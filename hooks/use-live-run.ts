/** The live run of an open bench, for React: state through an external store, curves outside it. */
import { useQueryClient } from '@tanstack/react-query';
import { useEffect, useState, useSyncExternalStore } from 'react';
import { LiveController, type LiveState } from './live/live-controller';
import { openSocketTransport } from './live/socket-transport';
import { runKeys } from './runs';

/** A controller that lives as long as the component. */
export function useLiveRun(): LiveController {
  const [controller] = useState(() => new LiveController(openSocketTransport));
  const client = useQueryClient();
  useEffect(() => {
    const close = controller.open();
    const unsubscribe = controller.subscribe(() => {
      if (controller.state.phase === 'done') void client.invalidateQueries({ queryKey: runKeys.lists });
    });
    return () => {
      unsubscribe();
      close();
    };
  }, [client, controller]);
  return controller;
}

/**
 * A part of the controller's state; renders when that part changes. `select` picks a value or an object of the state
 * itself: something made anew at each call would render for ever.
 */
export function useLive<T>(controller: LiveController, select: (state: LiveState) => T): T {
  return useSyncExternalStore(controller.subscribe, () => select(controller.getState()));
}
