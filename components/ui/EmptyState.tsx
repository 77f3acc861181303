import type { ReactNode } from 'react';
import { StyleSheet, View } from 'react-native';
import { hairline, radius, space } from '@/constants/theme';
import { Icon, type IconName } from './Icon';
import { Text } from './Text';
import { useTheme } from './ThemeProvider';

export interface EmptyStateProps {
  icon: IconName;
  title: string;
  /** What to do first. */
  message: string;
  actions?: ReactNode;
}

/** Where a list would be while there is nothing to list. */
export function EmptyState({ icon, title, message, actions }: EmptyStateProps) {
  const { palette } = useTheme();
  return (
    <View style={[styles.box, { borderColor: palette.rule }]}>
      <Icon name={icon} size={32} tone="soft" />
      <Text variant="heading" align="center">
        {title}
      </Text>
      <Text tone="soft" align="center" style={styles.message}>
        {message}
      </Text>
      {actions ? <View style={styles.actions}>{actions}</View> : null}
    </View>
  );
}

const styles = StyleSheet.create({
  box: {
    alignItems: 'center',
    gap: space.m,
    paddingHorizontal: space.xl,
    paddingVertical: 40,
    borderWidth: hairline,
    borderStyle: 'dashed',
    borderRadius: radius,
  },
  message: { maxWidth: 460 },
  actions: {
    flexDirection: 'row',
    flexWrap: 'wrap',
    justifyContent: 'center',
    gap: space.m,
    marginTop: space.s,
  },
});
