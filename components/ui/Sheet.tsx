import type { ReactNode } from 'react';
import { ScrollView, StyleSheet, View } from 'react-native';
import { hairline, space } from '@/constants/theme';
import { ModalFrame } from './ModalFrame';
import { useTheme } from './ThemeProvider';

export interface SheetProps {
  open: boolean;
  title: string;
  onClose: () => void;
  children: ReactNode;
  footer?: ReactNode;
}

/** A modal sheet that rises from the lower edge: choices and short forms on the phone. */
export function Sheet({ open, title, onClose, children, footer }: SheetProps) {
  if (!open) return null;
  return (
    <ModalFrame
      title={title}
      onClose={onClose}
      footer={footer}
      placement={{
        width: 'min(640px, 100vw)',
        maxWidth: '100vw',
        maxHeight: '88dvh',
        margin: 'auto auto 0',
        borderRadius: `${CORNER}px ${CORNER}px 0 0`,
        display: 'flex',
      }}
    >
      {children}
    </ModalFrame>
  );
}

export interface InlineSheetProps {
  /** What the screen reader calls it. */
  label: string;
  /** Fixed above the scrolling part: tabs, a handle. */
  head?: ReactNode;
  height: number | `${number}%`;
  children: ReactNode;
}

/** A sheet that leaves the page above it usable: the bench's parameters on the phone. */
export function InlineSheet({ label, head, height, children }: InlineSheetProps) {
  const { palette } = useTheme();
  return (
    <View
      role="region"
      aria-label={label}
      style={[styles.inline, { height, backgroundColor: palette.sheet, borderColor: palette.rule }]}
    >
      <View style={[styles.grip, { backgroundColor: palette.rule }]} />
      {head}
      <ScrollView style={styles.scroll} contentContainerStyle={styles.body}>
        {children}
      </ScrollView>
    </View>
  );
}

const CORNER = 14;

const styles = StyleSheet.create({
  inline: {
    borderTopLeftRadius: CORNER,
    borderTopRightRadius: CORNER,
    borderWidth: hairline,
    borderBottomWidth: 0,
    boxShadow: '0 -6px 24px rgba(0, 0, 0, 0.12)',
  },
  grip: { width: 36, height: 4, borderRadius: 2, alignSelf: 'center', marginTop: space.s },
  scroll: { flex: 1 },
  body: { paddingHorizontal: space.m, paddingBottom: space.l },
});
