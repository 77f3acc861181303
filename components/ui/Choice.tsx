import { useId } from 'react';
import { Pressable, StyleSheet, View } from 'react-native';
import { fonts, hairline, radius, space, touchTarget, typeScale } from '@/constants/theme';
import { Label } from './Label';
import { Text } from './Text';
import { useTheme } from './ThemeProvider';
import { web } from './web-props';

export interface ChoiceOption<T extends string> {
  value: T;
  label: string;
}

export interface ChoiceProps<T extends string> {
  label: string;
  options: readonly ChoiceOption<T>[];
  /** '' or undefined: nothing chosen yet. */
  value: T | '' | undefined;
  onChange: (value: T) => void;
  /** segments: few short options side by side; select: the browser's own list, good with many. */
  shape?: 'segments' | 'select';
  /** The first line of an empty select. */
  placeholder?: string;
  hint?: string;
  error?: string;
  disabled?: boolean;
  labelHidden?: boolean;
}

/** One of several. */
export function Choice<T extends string>(props: ChoiceProps<T>) {
  const id = useId();
  const [hintId, errorId] = [`${id}hint`, `${id}error`];
  const control =
    props.shape === 'segments' ? (
      <Segments {...props} />
    ) : (
      <Select {...props} errorId={errorId} hintId={hintId} />
    );
  if (props.labelHidden) return control;
  return (
    <Label label={props.label} hint={props.hint} error={props.error} hintId={hintId} errorId={errorId}>
      {control}
    </Label>
  );
}

function Segments<T extends string>({ label, options, value, onChange, disabled }: ChoiceProps<T>) {
  const { palette } = useTheme();
  const move = (step: number) => {
    const at = options.findIndex((option) => option.value === value);
    const next = options[(at + step + options.length) % options.length];
    if (next) onChange(next.value);
  };
  return (
    <View
      role="radiogroup"
      aria-label={label}
      style={styles.segments}
      {...web({
        onKeyDown: (event) => {
          const step = { ArrowRight: 1, ArrowDown: 1, ArrowLeft: -1, ArrowUp: -1 }[event.key];
          if (!step || disabled) return;
          event.preventDefault();
          move(step);
        },
      })}
    >
      {options.map((option) => {
        const chosen = option.value === value;
        return (
          <Pressable
            key={option.value}
            role="radio"
            aria-checked={chosen}
            disabled={disabled}
            onPress={() => onChange(option.value)}
            style={[
              styles.segment,
              {
                borderColor: chosen ? palette.ink : palette.rule,
                backgroundColor: chosen ? palette.ink : palette.sheet,
              },
              disabled ? styles.off : null,
            ]}
          >
            <Text variant="label" strong style={{ color: chosen ? palette.sheet : palette.inkSoft }}>
              {option.label}
            </Text>
          </Pressable>
        );
      })}
    </View>
  );
}

function Select<T extends string>({
  label,
  options,
  value,
  onChange,
  placeholder,
  error,
  errorId,
  hint,
  hintId,
  disabled,
}: ChoiceProps<T> & { errorId: string; hintId: string }) {
  const { palette } = useTheme();
  const arrow = encodeURIComponent(
    `<svg xmlns='http://www.w3.org/2000/svg' width='12' height='8'><path d='M1 1.5l5 5 5-5' fill='none' stroke='${palette.inkSoft}' stroke-width='1.75'/></svg>`,
  );
  return (
    <select
      aria-label={label}
      aria-invalid={Boolean(error)}
      aria-describedby={[error ? errorId : '', hint ? hintId : ''].filter(Boolean).join(' ') || undefined}
      disabled={disabled}
      value={value ?? ''}
      onChange={(event) => onChange(event.target.value as T)}
      style={{
        appearance: 'none',
        minHeight: touchTarget,
        width: '100%',
        boxSizing: 'border-box',
        borderRadius: radius,
        border: `${hairline}px solid ${error ? palette.vermilion : palette.rule}`,
        background: disabled
          ? palette.sheet
          : `${palette.well} url("data:image/svg+xml,${arrow}") no-repeat right 14px center`,
        color: palette.ink,
        fontFamily: fonts.label,
        fontSize: typeScale.body,
        padding: `${space.s}px 36px ${space.s}px ${space.m}px`,
        textOverflow: 'ellipsis',
        opacity: 1, // browsers fade what is disabled
      }}
    >
      {placeholder !== undefined ? <option value="">{placeholder}</option> : null}
      {options.map((option) => (
        <option key={option.value} value={option.value}>
          {option.label}
        </option>
      ))}
    </select>
  );
}

const styles = StyleSheet.create({
  segments: { flexDirection: 'row', flexWrap: 'wrap', gap: space.s },
  segment: {
    minHeight: touchTarget,
    minWidth: touchTarget,
    paddingHorizontal: space.l,
    paddingVertical: space.s,
    borderRadius: radius,
    borderWidth: hairline,
    alignItems: 'center',
    justifyContent: 'center',
  },
  off: { opacity: 0.6 },
});
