import { Text as NativeText, type TextProps as NativeTextProps, type TextStyle } from 'react-native';
import { fonts, typeScale, type Palette } from '@/constants/theme';
import { useTheme } from './ThemeProvider';
import { web } from './web-props';

export type TextVariant = 'title' | 'heading' | 'body' | 'label' | 'small';
export type Tone = 'ink' | 'soft' | 'petrol' | 'onPetrol' | 'vermilion' | 'pine' | 'ochre';

export interface TextProps extends Omit<NativeTextProps, 'role'> {
  variant?: TextVariant;
  tone?: Tone;
  strong?: boolean;
  /** Makes it a heading of this level for the screen reader; title is 1 and heading 2 by themselves. 0: not a heading. */
  level?: 0 | 1 | 2 | 3;
  align?: TextStyle['textAlign'];
  role?: NativeTextProps['role'];
}

/** All words on screen: Barlow for text, Barlow Semi Condensed for labels. */
export function Text({ variant = 'body', tone = 'ink', strong, level, align, style, ...rest }: TextProps) {
  const { palette } = useTheme();
  const heading = level ?? (variant === 'title' ? 1 : variant === 'heading' ? 2 : 0);
  return (
    <NativeText
      {...(heading > 0 ? { role: 'heading', ...web({ 'aria-level': heading }) } : null)}
      {...rest}
      style={[
        variants[variant],
        strong ? { fontFamily: isLabel(variant) ? fonts.labelStrong : fonts.textStrong } : null,
        { color: toneColour(palette, tone), textAlign: align },
        style,
      ]}
    />
  );
}

/** The palette's colour of a tone. */
export function toneColour(palette: Palette, tone: Tone): string {
  return tone === 'soft' ? palette.inkSoft : palette[tone];
}

const isLabel = (variant: TextVariant) => variant === 'label' || variant === 'small';

const variants: Record<TextVariant, TextStyle> = {
  title: { fontFamily: fonts.textStrong, fontSize: typeScale.title, lineHeight: 34 },
  heading: { fontFamily: fonts.textStrong, fontSize: typeScale.heading, lineHeight: 26 },
  body: { fontFamily: fonts.text, fontSize: typeScale.body, lineHeight: 24 },
  label: { fontFamily: fonts.label, fontSize: typeScale.label, lineHeight: 20 },
  small: { fontFamily: fonts.label, fontSize: typeScale.small, lineHeight: 16 },
};
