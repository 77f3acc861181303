import { useState } from 'react';
import { ActivityIndicator, Pressable, StyleSheet, View, type PressableProps } from 'react-native';
import { hairline, radius, space, touchTarget } from '@/constants/theme';
import { Icon, type IconName } from './Icon';
import { Text, toneColour, type Tone } from './Text';
import { useTheme } from './ThemeProvider';

export type ButtonKind = 'primary' | 'quiet' | 'danger' | 'plain';

export interface ButtonProps extends Omit<PressableProps, 'children' | 'style' | 'disabled'> {
  label: string;
  kind?: ButtonKind;
  icon?: IconName;
  /** Shows the icon alone; the label is then read to the screen reader only. */
  iconOnly?: boolean;
  busy?: boolean;
  disabled?: boolean;
  /** Why it is disabled: shown on hover and read by the screen reader. */
  reason?: string;
  /** Takes the whole width of its parent. */
  wide?: boolean;
}

/** 44 high at the least. While busy it keeps its width and takes no press. */
export function Button({
  label,
  kind = 'quiet',
  icon,
  iconOnly,
  busy,
  disabled,
  reason,
  wide,
  ...rest
}: ButtonProps) {
  const { palette } = useTheme();
  const [hovered, setHovered] = useState(false);
  const off = disabled || busy;
  const tone = textTone[kind];
  const filled = kind === 'primary';
  const spoken = reason && disabled ? `${label}. ${reason}` : label;
  return (
    <Pressable
      role="button"
      aria-label={iconOnly || (reason && disabled) ? spoken : undefined}
      aria-busy={busy}
      disabled={off}
      onHoverIn={() => setHovered(true)}
      onHoverOut={() => setHovered(false)}
      {...(reason && disabled ? { title: reason } : null)}
      {...rest}
      style={({ pressed }) => [
        styles.base,
        iconOnly ? styles.iconOnly : null,
        wide ? styles.wide : null,
        {
          backgroundColor: filled ? palette.petrol : kind === 'plain' ? 'transparent' : palette.sheet,
          borderColor: kind === 'plain' ? 'transparent' : filled ? palette.petrol : palette.rule,
        },
        hovered && !off && !filled ? { backgroundColor: palette.well } : null,
        pressed || (hovered && filled && !off) ? styles.pressed : null,
        disabled ? styles.disabled : null,
      ]}
    >
      {icon ? <Icon name={icon} size={20} tone={tone} /> : null}
      {iconOnly ? null : (
        <Text variant="label" strong tone={tone} style={styles.text}>
          {label}
        </Text>
      )}
      {busy ? (
        <View style={[styles.busy, { backgroundColor: filled ? palette.petrol : palette.sheet }]}>
          <ActivityIndicator size="small" color={toneColour(palette, tone)} />
        </View>
      ) : null}
    </Pressable>
  );
}

const textTone: Record<ButtonKind, Tone> = {
  primary: 'onPetrol',
  quiet: 'petrol',
  danger: 'vermilion',
  plain: 'petrol',
};

const styles = StyleSheet.create({
  base: {
    minHeight: touchTarget,
    minWidth: touchTarget,
    paddingHorizontal: space.l,
    paddingVertical: space.s,
    borderRadius: radius,
    borderWidth: hairline,
    flexDirection: 'row',
    alignItems: 'center',
    justifyContent: 'center',
    gap: space.s,
  },
  iconOnly: { paddingHorizontal: space.s },
  wide: { alignSelf: 'stretch' },
  text: { fontSize: 15, textAlign: 'center', flexShrink: 1 },
  pressed: { opacity: 0.88 },
  disabled: { opacity: 0.55 },
  busy: {
    ...StyleSheet.absoluteFill,
    alignItems: 'center',
    justifyContent: 'center',
    borderRadius: radius,
  },
});
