import { View, type DimensionValue } from 'react-native';
import { hairline, radius, space } from '@/constants/theme';
import { Text } from './Text';
import { useTheme } from './ThemeProvider';

/** A still grey block where something is about to be. */
export function Skeleton({ width = '100%', height = 16 }: { width?: DimensionValue; height?: number }) {
  const { palette } = useTheme();
  return <View aria-hidden style={{ width, height, borderRadius: radius, backgroundColor: palette.well }} />;
}

/** A list that is loading; the screen reader hears what. */
export function SkeletonList({
  rows = 4,
  height = 96,
  label,
}: {
  rows?: number;
  height?: number;
  label: string;
}) {
  const { palette } = useTheme();
  return (
    <View role="status" aria-label={`Loading ${label}`} style={{ gap: space.m }}>
      <Text variant="label" tone="soft">{`Loading ${label} …`}</Text>
      {Array.from({ length: rows }, (_, row) => (
        <View
          key={row}
          style={{
            height,
            padding: space.l,
            gap: space.m,
            borderRadius: radius,
            borderWidth: hairline,
            borderColor: palette.rule,
            backgroundColor: palette.sheet,
            overflow: 'hidden',
          }}
        >
          <Skeleton width="46%" height={18} />
          <Skeleton width="70%" height={12} />
          <Skeleton height={22} />
        </View>
      ))}
    </View>
  );
}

What the task requires:
From the material above, gather all lines that include the string "body" and copy them.

Solution below:
      <ScrollView style={styles.scroll} contentContainerStyle={styles.body}>
  body: { paddingHorizontal: space.m, paddingBottom: space.l },
        fontSize: typeScale.body,
export type TextVariant = 'title' | 'heading' | 'body' | 'label' | 'small';
export function Text({ variant = 'body', tone = 'ink', strong, level, align, style, ...rest }: TextProps) {
  body: { fontFamily: fonts.text, fontSize: typeScale.body, lineHeight: 24 },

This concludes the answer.